■ PROBLEM TO SOLVE
Scan the listing below for the string "section" and copy each line where it turns up.
+++ DATA RECORDS
"""Scenario text changed as a user would change it, and a portfolio's end checked against a full
run with it (shared by the sensitivity tests)."""

from __future__ import annotations

import pytest

from simulator.pricing.decision import cheaper


def with_value(text: str, section: str, key: str, value: float) -> str:
    """``text`` with the first ``key = ...`` line after the line ``section`` (``"[costs]"``) set to
    ``value``."""
    lines = text.split("\n")
    start = lines.index(section)
    for i in range(start + 1, len(lines)):
        if lines[i].startswith(f"{key} = "):
            lines[i] = f"{key} = {value!r}"
            return "\n".join(lines)
    raise AssertionError(f"{section} {key}")


def check_portfolio_end(end, full, base_cutoffs: dict[str, float]) -> None:
    """A portfolio's end (``PortfolioEnd``) against ``full``, a full site run with that input moved
    on the same seed: the same total mean saving (to the rounding of adding the sites in another
    order) and share of seasons saving, the same number of sites changing cutoff from
    ``base_cutoffs``, and the mean saving the sum of the sites' (each chooses alone: linearity of
    the mean, common practice)."""
    p = full.portfolio
    assert end.mean_saving == pytest.approx(float((p.reference_cost - p.own_cost).mean()), rel=1e-12)
    assert end.prob_saving == float(cheaper(p.own_cost, p.reference_cost).mean())
    assert end.sites_moved == sum(site.decision.recommended_cutoff != base_cutoffs[site.name] for site in full.sites)
    assert end.mean_saving == pytest.approx(sum(site.decision.savings.mean for site in full.sites), rel=1e-12)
++++++
■ RESPONSE
def with_value(text: str, section: str, key: str, value: float) -> str:
    """``text`` with the first ``key = ...`` line after the line ``section`` (``"[costs]"``) set to
    start = lines.index(section)
    raise AssertionError(f"{section} {key}")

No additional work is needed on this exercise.